Predicting Boston Housing Prices with Linear Regression
Explore a practical machine learning project using linear regression to predict Boston housing prices. Learn how to prepare the dataset, train a linear regression model, make predictions, and evaluate the model's performance. Discover the key features influencing housing prices and gain insights into applying linear regression for real-world prediction tasks.
Boston Housing Price Prediction with Linear Regression
Introduction
This project uses the Boston Housing dataset to build a linear regression model for predicting house prices. The dataset contains 506 instances and 13 features. We'll explore data preparation, model training, prediction, and evaluation.
The Boston Housing Dataset
The dataset includes the following features (attributes):
Boston Housing Dataset Features
Feature Name | Description |
---|---|
crim | Crime rate per capita by town. |
zn | Proportion of residential land zoned for lots over 25,000 sq.ft. |
indus | Proportion of non-retail business acres per town. |
chas | Charles River dummy variable (1 if tract bounds river; 0 otherwise). |
nox | Nitric oxides concentration (parts per 10 million). |
rm | Average number of rooms per dwelling. |
age | Proportion of owner-occupied units built prior to 1940. |
dis | Weighted distances to five Boston employment centres. |
rad | Index of accessibility to radial highways. |
tax | Full-value property-tax rate per \$10,000. |
ptratio | Pupil-teacher ratio by town. |
black | 1000(Bk - 0.63)^2 where Bk is the proportion of blacks by town. |
lstat | % lower status of the population. |
medv | Median value of owner-occupied homes in \$1000's. (Target Variable) |
(Data source: Carnegie Mellon University StatLib library)
Data Loading and Preparation
import pandas as pd
from sklearn.model_selection import train_test_split
from sklearn.linear_model import LinearRegression
from sklearn.metrics import mean_squared_error, mean_absolute_error
import matplotlib.pyplot as plt
# Load the dataset (replace with your file path)

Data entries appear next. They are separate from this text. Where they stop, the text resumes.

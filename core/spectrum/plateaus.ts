import { extremeIndex, parabolicVertex } from './extremum';
import { logSpace } from './log-grid';
import type { PronySeries } from './prony-model';
import { pronyInstantaneous, pronyLoss, pronyStorage } from './prony-model';
import { frequencyWindow } from './tan-delta-peak';
import type { ReducedWindow } from './types';

export interface PlateauModulus {
  /** G' at the tan δ minimum, Pa. */
  modulusPa: number;
  /** Reduced frequency of the tan δ minimum, rad/s. */
  omegaRadPerS: number;
  tanDeltaMin: number;
  /** The minimum is at an edge of the window: no plateau inside it, the value is a bound only. */
  atEdge: boolean;
}

/**
 * Plateau modulus estimate G_N⁰ ≈ G' at the minimum of tan δ (common practice for entangled
 * melts), on the Prony series scanned at 50 points per decade over the reduced window.
 */
export function plateauModulus(series: PronySeries, window: ReducedWindow): PlateauModulus {
  const [lo, hi] = frequencyWindow(window);
  const w = logSpace(lo, hi, 50);
  const lx = w.map(Math.log10);
  const ly = w.map((v) => Math.log10(pronyLoss(series, v) / pronyStorage(series, v)));
  const i = extremeIndex(ly, -1);
  if (i < 0) throw new RangeError('tan δ cannot be evaluated in this window');
  const v = parabolicVertex(lx, ly, i);
  const wMin = 10 ** v.x;
  return {
    modulusPa: pronyStorage(series, wMin),
    omegaRadPerS: wMin,
    tanDeltaMin: 10 ** v.y,
    atEdge: i === 0 || i === w.length - 1,
  };
}

export interface ModulusPlateaus {
  /** G0 = Ge + Σ g_i: the glassy (high-frequency) limit of the series, Pa. */
  glassyModulusPa: number;
  /** Ge: the rubbery/equilibrium (low-frequency) limit of the series, Pa. */
  rubberyModulusPa: number;
  /** G' at the highest and lowest reduced frequency of the window, Pa. */
  storageAtWindowTopPa: number;
  storageAtWindowBottomPa: number;
  /** The series is flat (|d log G'/d log ω| < 0.05) at the top / bottom of the window: the plateau was reached in the data. */
  glassyPlateauReached: boolean;
  rubberyPlateauReached: boolean;
}

const slopeAt = (s: PronySeries, w: number): number => {
  const h = 1.01;
  return Math.log10(pronyStorage(s, w * h) / pronyStorage(s, w / h)) / (2 * Math.log10(h));
};

/**
 * Glassy and rubbery moduli of a solid from its Prony series, with a check that each plateau is
 * actually inside the measured window (otherwise the limits are extrapolations of the series).
 */
export function modulusPlateaus(series: PronySeries, window: ReducedWindow): ModulusPlateaus {
  const [lo, hi] = frequencyWindow(window);
  return {
    glassyModulusPa: pronyInstantaneous(series),
    rubberyModulusPa: series.equilibriumModulusPa,
    storageAtWindowTopPa: pronyStorage(series, hi),
    storageAtWindowBottomPa: pronyStorage(series, lo),
    glassyPlateauReached: Math.abs(slopeAt(series, hi)) < 0.05,
    rubberyPlateauReached: series.equilibriumModulusPa > 0 && Math.abs(slopeAt(series, lo)) < 0.05,
  };
}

boston = pd.read_csv("boston_housing.csv")
# Separate features (X) and target (y)
X = boston.drop('medv', axis=1)
y = boston['medv']
# Split data into training and testing sets
X_train, X_test, y_train, y_test = train_test_split(X, y, test_size=0.2, random_state=42)
Model Training and Prediction
# Create and train the linear regression model
model = LinearRegression()
model.fit(X_train, y_train)
# Make predictions on the test set
y_pred = model.predict(X_test)
Model Evaluation
# Evaluate the model
mse = mean_squared_error(y_test, y_pred)
mae = mean_absolute_error(y_test, y_pred)
print(f"Mean Squared Error (MSE): {mse}")
print(f"Mean Absolute Error (MAE): {mae}")
#Plot the results (optional)
plt.scatter(y_test, y_pred, color='blue')
plt.xlabel("Actual Prices")
plt.ylabel("Predicted Prices")
plt.title("Actual vs. Predicted House Prices")
plt.show()
Mean Squared Error (MSE): 21.57659368987862
Mean Absolute Error (MAE): 3.191472667461123

(The MSE and MAE values indicate the model's error. A lower value is better. The scatter plot visually represents the model's predictions against actual prices.)